### PROBLEM:
Go through the material and copy each line in which the word "NODES" shows up.

### GIVEN RECORDS:

● ● ● ● ● ● ●

/** Moments when one thing overtakes another: sign changes of a function of ln a along the expansion that holds today. */

import type { Component } from '../components'
import { strayOf } from '../dark-energy/law'
import type { Arm } from '../history/arm'
import type { History } from '../history/history'
import type { Panel } from '../history/panels'
import { leadingExponent } from '../history/tail'
import type { Model } from '../model'
import { coefficientsInto, derivativeInto, NODE_COUNT, NODES } from '../numerics/chebyshev'
import { brent } from '../numerics/roots'
import { type Bracket, signChanges } from '../numerics/sign-changes'

/** A sign change at N = ln a; `rising` when the function goes from negative to positive as a grows. */
export interface Crossing {
  readonly N: number
  readonly rising: boolean
  /** Bound of the error of N: the noise of what is compared over its slope. */
  readonly blur: number
}

/** How far beyond the last panel, in ln a, to look where what rules there neither accelerates nor decelerates. */
const BEYOND = 60
/** Farthest ln a at which densities are still doubles. */
const FARTHEST = 700

/** A step in ln a by which a function that passes through zero has left it. */
const BEFORE = 1e-6

/** A function of ln a along the expansion, with bounds of its slope, so that no sign change can hide. */
interface Compared {
  value(N: number): number
  slopeRange(from: number, to: number): readonly [number, number]
  /** Bound of the rounding error of the value. */
  rounding(N: number): number
}

/** What is compared, in any model. */
export type Comparison = (model: Model) => Compared

/** All sign changes of a comparison, in order of a. */
export function overtakings({ past, future }: History, comparison: Comparison): readonly Crossing[] {
  const found: Crossing[] = []
  changesBetween(found, comparison(past.model), reachOf(past), 0)
  changesBetween(found, comparison(future.model), 0, reachOf(future))
  return found
}

const reachOf = ({ direction, end }: Arm): number =>
  direction * (end.kind === 'none' ? FARTHEST : Math.min(FARTHEST, Math.abs(end.N)))

/** Intervals where the slope keeps its sign hold one change at most; where |value| outweighs the slope there is none; others are halved. */
function changesBetween(found: Crossing[], compared: Compared, from: number, to: number): void {
  const [low, high] = compared.slopeRange(from, to)
  const middle = (from + to) / 2
  if (low < 0 && high > 0 && to - from > 1e-6) {
    if (Math.abs(compared.value(middle)) > (Math.max(-low, high) * (to - from)) / 2) return
    changesBetween(found, compared, from, middle)
    changesBetween(found, compared, middle, to)
    return
  }
  const [left, right] = [compared.value(from), compared.value(to)]
  // Exactly zero where an interval begins, as today with equal densities: what came before decides.
  const before = left === 0 ? compared.value(from - BEFORE) : left
  if (right === 0 || before > 0 === right > 0) return
  const N = left === 0 ? from : brent(compared.value, from, to)
  found.push({ N, rising: before < right, blur: blurOf(compared.rounding(N), (at) => slopeAt(compared, at), N) })
}

function slopeAt(compared: Compared, N: number): number {
  const [least, most] = compared.slopeRange(N, N)
  return (least + most) / 2
}

/** Step in ln a for the bend of a function. */
const BEND = 1e-3

/**
 * How far a function whose values err by e may shift its root, where it goes like s d + c d²/2: by 2e/(s + √(s² − 2ce)) at most; and
 * where that is no number, next to a double root, by (s + √(s² + 2ce))/c.
 */
function blurOf(e: number, slope: (N: number) => number, N: number): number {
  const s = Math.abs(slope(N))
  const c = Math.abs(slope(N + BEND) - slope(N - BEND)) / (2 * BEND)
  const blur = s * s > 2 * c * e ? (2 * e) / (s + Math.sqrt(s * s - 2 * c * e)) : (s + Math.sqrt(s * s + 2 * c * e)) / c
  return Math.min(1, blur)
}

/** Changes of the sign of ä, in order of a: every one that the panels can tell, and looks at the tails where they do not decide. */
export function accelerationChanges({ past, future }: History): readonly Crossing[] {
  const [back, ahead] = [changesAlong(past), changesAlong(future)]
  const today = acceleration(past.model, 0) > 0
  // At today's break of a law that is held the two may differ.
  const turns = today !== acceleration(future.model, 0) > 0
  const now = turns
    ? /* v8 ignore next -- w is the same on both sides, so only rounding can part them */ [
        { N: 0, rising: !today, blur: 0 },
      ]
    : []
  return [...back.reverse(), ...now, ...ahead]
}

/** In the order outwards from today. */
function changesAlong(arm: Arm): Crossing[] {
  const found: Crossing[] = []
  for (const panel of arm.panels) {
    for (const { from, to } of changesOver(arm, panel)) {
      const at = (x: number) =>
        arm.direction * panel.zone.distanceAt(panel.from + ((x + 1) / 2) * (panel.to - panel.from))
      add(found, arm, at(from), at(to))
    }
  }
  if (!isDecided(arm)) {
    const last = arm.edges[arm.edges.length - 1]
    for (let k = 1; k <= BEYOND; k++) add(found, arm, arm.direction * (last + k - 1), arm.direction * (last + k))
  }
  return found
}

/** The change between two places, outwards, if the sums of densities see it too; on an edge of panels it is seen once. */
function add(found: Crossing[], { model, direction }: Arm, inner: number, outer: number): void {
  const [near, far] = [acceleration(model, inner), acceleration(model, outer)]
  if (!Number.isFinite(near) || !Number.isFinite(far) || near > 0 === far > 0) return
  const N = brent((x) => acceleration(model, x), inner, outer)
  const rising = direction > 0 ? far > near : near > far
  const slope = (at: number) => {
    const { first, second } = model.derivatives(at)
    return first + second / 2
  }
  found.push({ N, rising, blur: blurOf(accelerationError(model, N), slope, N) })
}

/** Of the sum of its terms Ω f (1 − n/2). */
function accelerationError(model: Model, N: number): number {
  let sum = 0
  for (const one of model.acting) {
    const [low, high] = one.exponentRange(N, N)
    const n = Math.max(Math.abs(low), Math.abs(high))
    const log = one.logSize(N)
    // The error of a law that is followed counts six times in its slope.
    const relative = (1 + n / 2) * (4 + one.rounding(N, log)) + (one.key === 'dark' ? 4 * strayOf(model.law, N) : 0)
    if (log > -700) sum += relative * Math.exp(log)
  }
  return Number.EPSILON * sum
}

const [samples, coefficients] = [new Float64Array(NODE_COUNT), new Float64Array(NODE_COUNT)]
/** As long as the series of a panel. */
const [rate, slope] = [new Float64Array(NODE_COUNT + 1), new Float64Array(NODE_COUNT + 1)]
/** Relative error of the series below: derivatives of a series of 16 terms multiply that of the panels by up to 16². */
const NOISE = 1e-11

/** Where ä changes its sign, from a series of its sign over the panel. */
function changesOver(arm: Arm, { zone, from, to, time }: Panel): readonly Bracket[] {
  const half = (to - from) / 2
  if (!zone.plain) {
    for (let k = 0; k < NODE_COUNT; k++) {
      const N = arm.direction * zone.distanceAt((from + to) / 2 + half * NODES[k])
      samples[k] = acceleration(arm.model, N) / Math.max(1e-300, arm.model.magnitude(N))
    }
    // Where densities leave the doubles the ends of the panel decide.
    if (!samples.every(Number.isFinite)) return [{ from: -1, to: 1 }]
    coefficientsInto(coefficients, samples)
    return signChanges(coefficients, NOISE)
  }
  // With r = dt/dN = 1/E it is 1/E − d(1/E)/dN = r (ä/a)/E².
  derivativeInto(rate, time.series)
  derivativeInto(slope, rate)
  let size = 0
  for (let j = 0; j < rate.length; j++) size += Math.abs(rate[j])
  const noise = NOISE * size
  if (!(noise > 0)) return []
  for (let j = 0; j < rate.length; j++) rate[j] -= (arm.direction * slope[j]) / half
  return signChanges(rate, noise)
}

/** Whether what rules beyond the last panel leaves the sign of ä to nothing else. */
function isDecided({ model, direction, tail }: Arm): boolean {
  const exponent = leadingExponent(model, direction)
  if (tail === null || exponent === null) return true
  const others = tail.corrections.reduce(
    (sum, { size, rate }) => sum + Math.abs(size * (1 - (exponent + direction * rate) / 2)),
    0,
  )
  return others < Math.abs(1 - exponent / 2)
}

/** ä/a in H₀². */
const acceleration = (model: Model, N: number): number => model.derivatives(N).acceleration

const MATTER: readonly Component['key'][] = ['matter']
const RADIATION: readonly Component['key'][] = ['radiation', 'neutrino']
const DARK: readonly Component['key'][] = ['dark']

/** ln of the summed sizes of some components. */
function logOf(components: readonly Component[], N: number): number {
  let largest = Number.NEGATIVE_INFINITY
  let sum = 0
  for (const one of components) {
    const log = one.terms && one.density(N) < 0 ? Number.NEGATIVE_INFINITY : one.logSize(N)
    sum = log > largest ? sum * Math.exp(largest - log) + 1 : sum + Math.exp(log - largest)
    if (!(log <= largest)) largest = log
  }
  return largest + Math.log(sum)
}

/** Bounds of the exponents of some components over an interval. */
function exponentsOf(components: readonly Component[], from: number, to: number): readonly [number, number] {
  let least = Number.POSITIVE_INFINITY
  let most = Number.NEGATIVE_INFINITY
  for (const one of components) {
    const range = one.exponentRange(from, to)
    if (range[0] < least) least = range[0]
    if (range[1] > most) most = range[1]
  }
  return [least, most]
}

const ratio =
  (over: readonly Component['key'][], under: readonly Component['key'][]): Comparison =>
  ({ components, law }) => {
    const above = components.filter(({ key }) => over.includes(key))
    const below = components.filter(({ key }) => under.includes(key))
    const stray = (N: number) => (over === DARK ? strayOf(law, N) : 0)
    return {
      value: (N) => logOf(above, N) - logOf(below, N),
      slopeRange: (from, to) => {
        const upper = exponentsOf(above, from, to)
        const lower = exponentsOf(below, from, to)
        return [lower[0] - upper[1], lower[1] - upper[0]]
      },
      rounding: (N) => Number.EPSILON * (4 + Math.abs(logOf(above, N)) + Math.abs(logOf(below, N)) + stray(N)),
    }
  }

/** ln of cold matter over photons and all neutrinos; both must be there. */
export const matterOverRadiation = ratio(MATTER, RADIATION)

/** ln of dark energy over cold matter; both must be there. */
export const darkOverMatter = ratio(DARK, MATTER)

/** Of several crossings the last up to now, else the first ahead; null when there is none. */
export const nearestToNow = (list: readonly Crossing[]): Crossing | null =>
  list.findLast((one) => one.N <= 0) ?? list.find((one) => one.N > 0) ?? null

● ● ● ● ● ● ●

### ANSWER BOX:
import { coefficientsInto, derivativeInto, NODE_COUNT, NODES } from '../numerics/chebyshev'
      const N = arm.direction * zone.distanceAt((from + to) / 2 + half * NODES[k])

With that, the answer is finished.